Is there any good resource for understanding the theory behind the centroid of a mass, $(\bar{x}, \bar{y})=(\cfrac1A\int_{a}^{b}xf(x)dx, \cfrac1A\int_{a}^{b}\cfrac12f(x)^2)$, particularly for someone who doesn't have much a background in physics? The proof given in my calc 2 textbook isn't pleasant to follow and I can't find any decent illustrations of a proof
I understand the concept. I get I'm supposed to imagine something like a fulcrum balancing an object at a point such that the object does not tip over. I just don't understand how to derive the formulas.
Areas make more sense as double rather than single integrals. The area of an object would simply be
$$A = \iint_A 1\cdot dA$$
and having an integrand other than one can be interpreted as being the density of some object with a mass. In this context the center of mass is given by
$$\bar{x} = \frac{1}{A} \iint_A x\cdot dA$$
$$\bar{y} = \frac{1}{A} \iint_A y\cdot dA$$
where the interpretation is that the integrand is the value that is averaged over $A$ so the integral finds the "average" $x$ and the "average" $y$, a reasonable definition for a center of mass (a centroid is purely geometric so the density is assumed to be $1$ so that the mass $=$ area).

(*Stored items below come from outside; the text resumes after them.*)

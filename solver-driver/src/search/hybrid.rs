//! The default strategy of `ramsift find` (`--method auto`): structured families
//! first, then local search feeding the SAT driver, with one complete SAT worker
//! running throughout so that "no colouring exists" stays a complete answer.
//!
//! 1. **Structured stage**, on one thread before the full formula is built (at
//!    most a quarter of the time limit, and 30 s without one; each family at most
//!    a twentieth, 2 s at least): circulant colourings at n; circulant colourings at n + 1 with a vertex
//!    deleted (deleting a vertex keeps a colouring valid); the other abelian Cayley
//!    families and the 2- and 3-block circulants at n. Each is exact for its family.
//! 2. **Circulant neighbour seeds**: up to 16 distinct circulant colourings at
//!    n − 1, if any exist; each fixes every edge among the first n − 1 vertices and
//!    the SAT driver colours the edges of the last vertex (one extension attempt
//!    each). They are also the first starts of local search, with the last
//!    vertex's edges drawn at random.
//! 3. **Local search and seeded SAT, alternating**: a slice of tabu search on the
//!    helper threads; if it does not reach zero, each of its best near-solutions
//!    becomes seeds for SAT attempts: all edges in no remaining monochromatic clique
//!    fixed, then the same with a random fifth of them released. The slice doubles
//!    each round.
//!
//! Specifications with forbidden graphs other than cliques go to the SAT portfolio
//! ([`crate::search::portfolio`]) alone.
//!
//! Worker 0 solves the unrestricted formula for the whole run on its own thread. With
//! one thread, stages 1 and 2 run first and then worker 0 alone (no stage 3).

use std::borrow::Borrow;
use std::io;
use std::sync::atomic::{AtomicBool, Ordering};
use std::time::{Duration, Instant};

use rand::seq::SliceRandom;
use rand::{Rng, SeedableRng};
use rand_chacha::ChaCha8Rng;

use ramsift_encoder::{Colouring, RamseySpec};

use crate::local::{local_search, LocalOptions, LocalState, MAX_LOCAL_ORDER};
use crate::search::attempt::{run_attempt, AttemptOutcome, AttemptPlan};
use crate::search::formula::Formula;
use crate::search::portfolio::{
    complete_worker, luby, verified, FirstAnswer, SearchError, SearchOptions, SearchProgress,
    SearchReport, SearchResult,
};
use crate::search::seeding::{Seed, SeedKind};
use crate::structured::{
    family_colourings, search_family, AbelianGroup, EdgeOrbits, FamilyChoice, FamilyOutcome,
    FamilySearchError,
};

/// Runs the hybrid search on the formula of K_n (no symmetry breaking assumed).
pub fn hybrid_search(
    formula: &Formula,
    spec: &RamseySpec,
    options: &SearchOptions,
    progress: &SearchProgress,
    tick: impl FnMut(Duration),
) -> Result<SearchReport, SearchError> {
    let order = formula.variables().order();
    auto_search(spec, order, options, progress, tick, || Ok(Some(formula)))
}

/// The hybrid search with the formula built only after the structured stage: at
/// orders where the full formula is large (C(35,9) ≈ 7·10^7 clauses for (3,9;35))
/// a structured colouring is often found long before the formula could be built.
pub fn auto_search<F: Borrow<Formula>>(
    spec: &RamseySpec,
    order: usize,
    options: &SearchOptions,
    progress: &SearchProgress,
    mut tick: impl FnMut(Duration),
    build: impl FnOnce() -> Result<Option<F>, SearchError>,
) -> Result<SearchReport, SearchError> {
    let started = Instant::now();
    let report = |result| SearchReport {
        result,
        attempts: progress.attempts.load(Ordering::SeqCst),
        elapsed: started.elapsed(),
        threads: options.threads.max(1),
    };
    if spec.is_cliques() {
        tick(Duration::ZERO);
        let stop = AtomicBool::new(false);
        if let Some(found) = structured_stage(spec, order, options, &stop, progress)? {
            return Ok(report(found));
        }
    }
    let remaining = options.timeout.map(|t| t.saturating_sub(started.elapsed()));
    if remaining == Some(Duration::ZERO) {
        return Ok(report(SearchResult::Unknown));
    }
    let rest = SearchOptions {
        timeout: remaining,
        ..options.clone()
    };
    let Some(formula) = build()? else {
        // The formula would not fit in memory: local search alone, to the deadline.
        let mut later = local_search_only(spec, order, &rest, progress)?;
        later.elapsed = started.elapsed();
        return Ok(later);
    };
    let offset = started.elapsed();
    let mut later = later_stages(formula.borrow(), spec, &rest, progress, |e| {
        tick(offset + e)
    })?;
    later.elapsed = started.elapsed();
    Ok(later)
}

/// What `find` does when the formula is too large to hold: local search (for
/// cliques, up to its largest order) until the deadline; otherwise unknown.
fn local_search_only(
    spec: &RamseySpec,
    order: usize,
    options: &SearchOptions,
    progress: &SearchProgress,
) -> Result<SearchReport, SearchError> {
    let started = Instant::now();
    let threads = options.threads.max(1);
    let report = |result| SearchReport {
        result,
        attempts: progress.attempts.load(Ordering::SeqCst),
        elapsed: started.elapsed(),
        threads,
    };
    if !spec.is_cliques() || order > MAX_LOCAL_ORDER {
        return Ok(report(SearchResult::Unknown));
    }
    let local_options = LocalOptions {
        threads,
        seed: options.seed,
        timeout: options.timeout,
        ..LocalOptions::default()
    };
    let local_progress = crate::local::search::LocalProgress::default();
    let found = local_search(
        spec,
        order,
        &local_options,
        &AtomicBool::new(false),
        &local_progress,
    )?;
    progress
        .attempts
        .fetch_add(found.restarts, Ordering::Relaxed);
    match found.found {
        Some((colouring, by)) => Ok(report(verified(spec, colouring, by)?)),
        None => Ok(report(SearchResult::Unknown)),
    }
}

/// Stages 2 and 3 beside the complete worker.
fn later_stages(
    formula: &Formula,
    spec: &RamseySpec,
    options: &SearchOptions,
    progress: &SearchProgress,
    mut tick: impl FnMut(Duration),
) -> Result<SearchReport, SearchError> {
    if !spec.is_cliques() {
        // The structured families and local search are written for cliques; other
        // forbidden graphs go to the SAT portfolio alone.
        return crate::search::portfolio::search(formula, spec, options, progress, tick);
    }
    let started = Instant::now();
    let deadline = options.timeout.map(|t| started + t);
    let threads = options.threads.max(1);
    let answer = FirstAnswer::default();
    let stop = &answer.stop;

    std::thread::scope(|scope| {
        let complete = scope.spawn(|| {
            if threads >= 2 {
                answer.offer(complete_worker(formula, spec, stop, deadline, progress));
            }
        });
        let helper = scope.spawn(|| {
            let helpers = threads.saturating_sub(1).max(1);
            answer.offer(helper_stages(
                formula, spec, options, helpers, stop, deadline, progress,
            ));
            if threads < 2 && !stop.load(Ordering::SeqCst) {
                answer.offer(complete_worker(formula, spec, stop, deadline, progress));
            }
        });
        // The helper may end early (nothing left to try); the complete worker goes on.
        while !(complete.is_finished() && helper.is_finished()) {
            std::thread::sleep(Duration::from_millis(50));
            tick(started.elapsed());
            if deadline.is_some_and(|d| Instant::now() >= d) {
                stop.store(true, Ordering::SeqCst);
            }
        }
    });
    answer.into_report(progress, started, threads)
}

/// How long the structured families may take in all, with or without --timeout
/// (a timeout only cuts it short).
const STRUCTURED_CAP: Duration = Duration::from_secs(30);
/// How long one structured family may take.
const FAMILY_CAP: Duration = Duration::from_secs(5);

/// The earlier of two optional instants (None: no bound).
fn earliest(a: Option<Instant>, b: Option<Instant>) -> Option<Instant> {
    match (a, b) {
        (Some(a), Some(b)) => Some(a.min(b)),
        (a, b) => a.or(b),
    }
}

/// Deletes the last vertex of a colouring.
fn drop_last_vertex(colouring: &Colouring) -> Colouring {
    Colouring::from_fn(colouring.order() - 1, colouring.colours(), |i, j| {
        colouring.colour(i, j)
    })
}

/// Stage 1: circulant at n, circulant at n + 1 minus a vertex, the other abelian
/// Cayley and block-circulant families at n; `Some` when a colouring was found.
pub fn structured_stage(
    spec: &RamseySpec,
    order: usize,
    options: &SearchOptions,
    stop: &AtomicBool,
    progress: &SearchProgress,
) -> Result<Option<SearchResult>, SearchError> {
    let started = Instant::now();
    // The same caps with and without --timeout; a timeout only cuts them short.
    let structured_deadline = earliest(
        Some(started + STRUCTURED_CAP),
        options.timeout.map(|t| started + t),
    );
    let mut tries: Vec<EdgeOrbits> = Vec::new();
    tries.extend(EdgeOrbits::circulant(order).ok());
    tries.extend(EdgeOrbits::circulant(order + 1).ok());
    for group in AbelianGroup::all_of_order(order).into_iter().skip(1) {
        tries.extend(EdgeOrbits::cayley(&group).ok());
    }
    tries.extend(
        FamilyChoice::BlockCirculant(None)
            .families(order)
            .unwrap_or_default(),
    );
    // No single family may take more than FAMILY_CAP: large block-circulant
    // formulas can be slow.
    let family_cap = FAMILY_CAP;
    for orbits in tries {
        if stop.load(Ordering::Relaxed)
            || crate::search::interrupt::interrupted()
            || structured_deadline.is_some_and(|d| Instant::now() >= d)
        {
            return Ok(None);
        }
        progress.attempts.fetch_add(1, Ordering::Relaxed);
        let family_deadline = structured_deadline.map(|d| d.min(Instant::now() + family_cap));
        let report = search_family(&orbits, spec, stop, family_deadline).map_err(|e| match e {
            FamilySearchError::Search(e) => e,
            FamilySearchError::Family(e) => SearchError::Backend(e.to_string()),
        })?;
        if let FamilyOutcome::Found {
            colouring,
            description,
            ..
        } = report.outcome
        {
            let at = orbits.order;
            let (colouring, by) = if at > order {
                (
                    drop_last_vertex(&colouring),
                    format!(
                        "{} at order {at} with its last vertex deleted ({description})",
                        report.family
                    ),
                )
            } else {
                (colouring, format!("{} ({description})", report.family))
            };
            return verified(spec, colouring, by).map(Some);
        }
    }
    Ok(None)
}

In single variable calculus, however, you are taught that integrals get you areas under the curve of a function. This lines up because if we set up the double integral with $y$ first and try to find the area between a function and the $x$ axis
$$A = \int_{x=a}^{x=b} \int_{y=0}^{y=f(x)}1\cdot dy\:dx = \int_a^b f(x) \: dx$$
which lines up perfectly. Just take the previous double integrals further with these exact same bounds to derive the formulas from your textbook:
$$\bar{x} = \frac{1}{A} \int_a^b \int_0^{f(x)} x\:dy\:dx = \frac{1}{A} \int_a^b x\:f(x)\:dx$$
$$\bar{y} = \frac{1}{A}\int_a^b \int_0^{f(x)} y \:dy\:dx = \frac{1}{A}\int_a^b \frac{1}{2}[f(x)]^2\:dx$$